━━ Raw data
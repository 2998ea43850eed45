/* verb-scan.c - `antumbra-cli scan`: search a record for dips, or measure one that is asked about, and write the tables. */
#include <gio/gio.h>
#include <glib/gi18n.h>
#include <math.h>

#include "cli/exit-code.h"
#include "cli/progress.h"
#include "cli/scan-summary.h"
#include "cli/scan-work.h"
#include "cli/verbs.h"
#include "data/analysis-text.h"
#include "data/error.h"
#include "jobs/outside-job.h"
#include "jobs/report.h"
#include "jobs/scan-job.h"
#include "jobs/stop.h"
#include "readers/observer-reader.h"
#include "writers/analysis-file.h"
#include "writers/dip-table.h"
#include "writers/output-dir.h"
#include "writers/result-files.h"
#include "writers/whole-file.h"

typedef struct
{
  char *out, *also, *save, *at;
  double hours;
  int threads;
  gboolean force, progress, no_report, no_repeats;
  AntResultChoice choice;
  AntScanWork work;
} Options;

static void
options_clear (Options *options)
{
  g_free (options->out);
  g_free (options->also);
  g_free (options->save);
  g_free (options->at);
  ant_scan_work_clear (&options->work);
}

#define REPORT "report.pdf"

static void
append_names (char ***names, const char *const *more)
{
  guint n = g_strv_length (*names), n_more = g_strv_length ((char **) (gsize) more);
  *names = g_renew (char *, *names, n + n_more + 1);
  for (guint i = 0; i <= n_more; i++)
    (*names)[n + i] = g_strdup (more[i]);
}

/* All that a search may write. */
static char **
names_of (const Options *options, const GPtrArray *comparisons)
{
  AntResultChoice choice = options->choice;
  choice.witnesses = comparisons->len;
  char **names = ant_result_file_names (&choice);
  if (!options->no_report)
    append_names (&names, (const char *const[]){ REPORT, NULL });
  return names;
}

/* The analysis as it will stand in the folder. */
static char *
text_for_folder (const AntAnalysis *analysis, const char *folder)
{
  g_autofree char *whole = g_canonicalize_filename (folder, NULL);
  g_autofree char *path = g_build_filename (whole, ANT_ANALYSIS_FILE_NAME, NULL);
  return ant_analysis_to_text (analysis, path);
}

static gboolean
write_all (const Options *options, AntOutputDir *dir, const AntAnalysis *analysis, const GPtrArray *witnesses, GError **error)
{
  const AntScanResults *results = ant_analysis_get_results (analysis);
  const AntJudgements *judgements = ant_analysis_get_judgements (analysis);
  g_autofree char *text = text_for_folder (analysis, options->out);
  AntFindings findings = { results, judgements, text, witnesses };
  gsize size = 0;
  g_autofree AntReportWord *word = ant_report_words (results, judgements);
  g_autoptr (GBytes) report = options->no_report ? NULL : ant_report_bytes (results, word, witnesses, (AntPaper) results->settings.paper, error);
  const char *pages = report ? g_bytes_get_data (report, &size) : NULL;
  return (report || options->no_report) && ant_result_files_add (dir, &findings, &options->choice, error)
         && (!report || ant_output_dir_add (dir, REPORT, pages, size, error))
         && ant_output_dir_commit (dir, error);
}

static void
print_names (const Options *options, const GPtrArray *comparisons)
{
  g_auto (GStrv) names = names_of (options, comparisons);
  g_autofree char *all = g_strjoinv (", ", names);
  g_print (_("In %s: %s.\n"), options->out, all);
}

/* Whether a stop cut the search for repeats short: what was found is kept, and the exit code tells. */
static gboolean
was_stopped (const AntScanResults *results)
{
  return results->repeats.searched && results->repeats.done < 1;
}

static gboolean
search (const Options *options, AntAnalysis *analysis, AntRecord *record, const GPtrArray *witnesses, const AntSettings *settings,
        AntOutputDir *dir, GCancellable *stop, GError **error)
{
  const char *who = ant_analysis_get_treatment (analysis)->observer;
  g_autoptr (AntObserverChoice) observer = who ? ant_observer_open (who, error) : NULL;
  if (who && !observer)
    return FALSE;
  AntProgressLine *line = ant_progress_line_new (options->progress);
  g_autoptr (AntScanResults) results = ant_scan_job_run (record, settings, stop, ant_progress_line_show, line, error);
  ant_progress_line_end (line);
  /* A stopped scan is held against what is outside it too: that takes no time worth stopping. */
  if (!results || !ant_outside_job_run (results, observer, witnesses, NULL, error))
    return FALSE;
  ant_analysis_set_results (analysis, results, ant_analysis_get_treatment (analysis));
  if ((dir && !write_all (options, dir, analysis, witnesses, error))
      || (options->save && !ant_analysis_file_save (analysis, options->save, options->force, error)))
    return FALSE;
  ant_scan_summary_print (results);
  g_autofree char *carried = ant_analysis_carried_words (analysis);
  if (carried)
    g_print ("%s.\n", carried);
  ant_witnesses_print (witnesses);
  if (dir)
    print_names (options, witnesses);
  if (options->save)
    g_print (_("The analysis is in %s.\n"), options->save);
  if (was_stopped (results))
    g_set_error_literal (error, G_IO_ERROR, G_IO_ERROR_CANCELLED, _("stopped while searching for repeats; what was found until then is kept"));
  return !was_stopped (results);
}

static const char *const asked_names[] = { "dips.csv", NULL };

static gboolean
ask (const Options *options, const AntAnalysis *analysis, AntRecord *record, const GPtrArray *witnesses, const AntSettings *settings,
     AntOutputDir *dir, GCancellable *stop, GError **error)
{
  const char *who = ant_analysis_get_treatment (analysis)->observer;
  g_autoptr (AntObserverChoice) observer = who ? ant_observer_open (who, error) : NULL;
  AntDip dip;
  AntVerdict verdict;
  double at_d, upper_limit_ppm;
  if ((who && !observer) || !ant_time_reference_parse (&record->time, options->at, &at_d, error)
      || !ant_scan_job_ask (record, settings, at_d, options->hours / 24, &dip, &upper_limit_ppm, &verdict, error)
      || !ant_outside_job_ask (record, settings, observer, witnesses, &dip, &verdict, stop, error))
    return FALSE;
  AntDipList list = { .n = 1, .dip = &dip, .verdict = &verdict, .limb_u1 = settings->bank.limb_darkening.u1, .threshold_snr = NAN,
                      .limb_u2 = settings->bank.limb_darkening.u2, .false_alarms = NAN, .upper_limit_ppm = &upper_limit_ppm };
  g_autoptr (GString) text = dir ? ant_dip_table_text (record, &list) : NULL;
  if (dir && !(ant_output_dir_add (dir, asked_names[0], text->str, text->len, error) && ant_output_dir_commit (dir, error)))
    return FALSE;
  ant_scan_summary_print_asked (record, &dip, upper_limit_ppm, &verdict);
  ant_witnesses_print_dip (witnesses, settings, &dip);
  return TRUE;
}

/* That the analysis can be saved there is known before a long scan. */
static gboolean
try_save (const Options *options, GError **error)
{
  g_autoptr (AntWholeFile) trial = options->save ? ant_whole_file_open (options->save, options->force, error) : NULL;
  return trial || !options->save;
}

static int
run (const Options *options, const char *path)
{
  g_autoptr (GError) error = NULL;
  g_autoptr (AntOutputDir) dir = NULL;
  g_autoptr (AntRecord) record = NULL;
  GCancellable *stop = ant_stop_on_signals ();
  g_autoptr (GPtrArray) witnesses = NULL;
  g_autoptr (AntAnalysis) analysis = ant_scan_work_begin (&options->work, path, options->no_repeats, stop, &record, &witnesses, &error);
  if (!analysis)
    return ant_cli_fail (error);
  AntSettings settings = ant_analysis_get_treatment (analysis)->settings;
  if (options->threads)
    settings.threads = options->threads;
  g_auto (GStrv) names = options->at ? g_strdupv ((char **) (gsize) asked_names) : names_of (options, witnesses);
  if (options->out)
    dir = ant_output_dir_open (options->out, (const char *const *) names, options->force, &error);
  gboolean good = (dir || !options->out) && try_save (options, &error)
                  && (options->at ? ask (options, analysis, record, witnesses, &settings, dir, stop, &error)
                                  : search (options, analysis, record, witnesses, &settings, dir, stop, &error));
  return good ? ANT_EXIT_DONE : ant_cli_fail (error);
}

/* What the options together ask for; NULL if it makes sense, else a sentence. */
static char *
find_fault (const Options *options, int n_files)
{
  gboolean file = ant_scan_work_file (&options->work) != NULL;
  if (n_files != 1 && !(file && n_files == 0))
    return g_strdup_printf (_("scan: found %d files, expected one record, or --from with an analysis file"), n_files);
  if (options->threads < 0)
    return g_strdup_printf (_("scan: found --threads %d, expected 1 or more"), options->threads);
  if (!options->at != isnan (options->hours))
    return g_strdup (_("scan: found only one of --at and --hours, expected both"));
  if (options->at && !(options->hours > 0 && options->hours < 1000))
    return g_strdup_printf (_("scan: found --hours %g, expected more than 0 and less than 1000"), options->hours);
  if (options->at && options->save)
    return g_strdup (_("scan: found --save with --at, expected it where something is searched"));
  if ((options->also || options->choice.series) && (options->at || !options->out))
    return g_strdup_printf (_("scan: found --also or --series %s, expected them where a search writes its tables"),
                            options->at ? _("with --at") : _("without --out"));
  return NULL;
}

int
ant_verb_scan (int argc, char **argv)
{
  Options options = { .hours = NAN };
  const GOptionEntry entries[] = {
    { "out", 'o', 0, G_OPTION_ARG_FILENAME, &options.out, N_("write the tables into this folder"), N_("DIR") },
    { "also", 0, 0, G_OPTION_ARG_STRING, &options.also, N_("write the tables as fits, votable or fits,votable too"), N_("FORMATS") },
    { "series", 0, 0, G_OPTION_ARG_NONE, &options.choice.series, N_("write the detrended series, row by row, too"), NULL },
    { "no-report", 0, 0, G_OPTION_ARG_NONE, &options.no_report, N_("leave out report.pdf"), NULL },
    { "no-repeats", 0, 0, G_OPTION_ARG_NONE, &options.no_repeats, N_("leave out the search for dips that recur"), NULL },
    { "save", 0, 0, G_OPTION_ARG_FILENAME, &options.save, N_("write the analysis into this file, which the window opens"), N_("FILE.antumbra") },
    { "force", 0, 0, G_OPTION_ARG_NONE, &options.force, N_("replace results that are there"), NULL },
    { "at", 0, 0, G_OPTION_ARG_STRING, &options.at, N_("measure a dip with this middle, without a search"), N_("TIME") },
    { "hours", 0, 0, G_OPTION_ARG_DOUBLE, &options.hours, N_("length of the dip of --at, contact I to IV"), N_("H") },
    { "threads", 0, 0, G_OPTION_ARG_INT, &options.threads, N_("threads to work with; the results do not depend on it"), N_("N") },
    { "progress", 0, 0, G_OPTION_ARG_NONE, &options.progress, N_("print progress as lines"), NULL },
    { NULL }
  };
  g_autoptr (GOptionContext) context = g_option_context_new (_("RECORD"));
  g_option_context_set_summary (context, _("Searches a record (“-”: standard input) for dips and weighs each against the Sun's own noise."));
  g_option_context_add_main_entries (context, entries, NULL);
  ant_scan_work_add (context, &options.work);

  g_autoptr (GError) error = NULL;
  g_autofree char *fault = NULL;
  int code;
  if (!g_option_context_parse (context, &argc, &argv, &error))
    code = ant_cli_fail (error);
  else if ((fault = find_fault (&options, argc - 1)))
    code = ant_cli_fail_usage ("%s", fault);
  else if (options.also && !ant_result_choice_parse (&options.choice, options.also, &error))
    code = ant_cli_fail (error);
  else
    code = run (&options, argc > 1 ? argv[1] : NULL);
  options_clear (&options);
  return code;
}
━━━━
Exercise brief = Copy out each line of the data above, exactly, if it lies between the line holding "guint n = g_strv_length" and the line holding "const AntScanResults *results = ant_analysis_get_results", inclusive; copy no other line.

The answer =
  guint n = g_strv_length (*names), n_more = g_strv_length ((char **) (gsize) more);
  *names = g_renew (char *, *names, n + n_more + 1);
  for (guint i = 0; i <= n_more; i++)
    (*names)[n + i] = g_strdup (more[i]);
}

/* All that a search may write. */
static char **
names_of (const Options *options, const GPtrArray *comparisons)
{
  AntResultChoice choice = options->choice;
  choice.witnesses = comparisons->len;
  char **names = ant_result_file_names (&choice);
  if (!options->no_report)
    append_names (&names, (const char *const[]){ REPORT, NULL });
  return names;
}

/* The analysis as it will stand in the folder. */
static char *
text_for_folder (const AntAnalysis *analysis, const char *folder)
{
  g_autofree char *whole = g_canonicalize_filename (folder, NULL);
  g_autofree char *path = g_build_filename (whole, ANT_ANALYSIS_FILE_NAME, NULL);
  return ant_analysis_to_text (analysis, path);
}

static gboolean
write_all (const Options *options, AntOutputDir *dir, const AntAnalysis *analysis, const GPtrArray *witnesses, GError **error)
{
  const AntScanResults *results = ant_analysis_get_results (analysis);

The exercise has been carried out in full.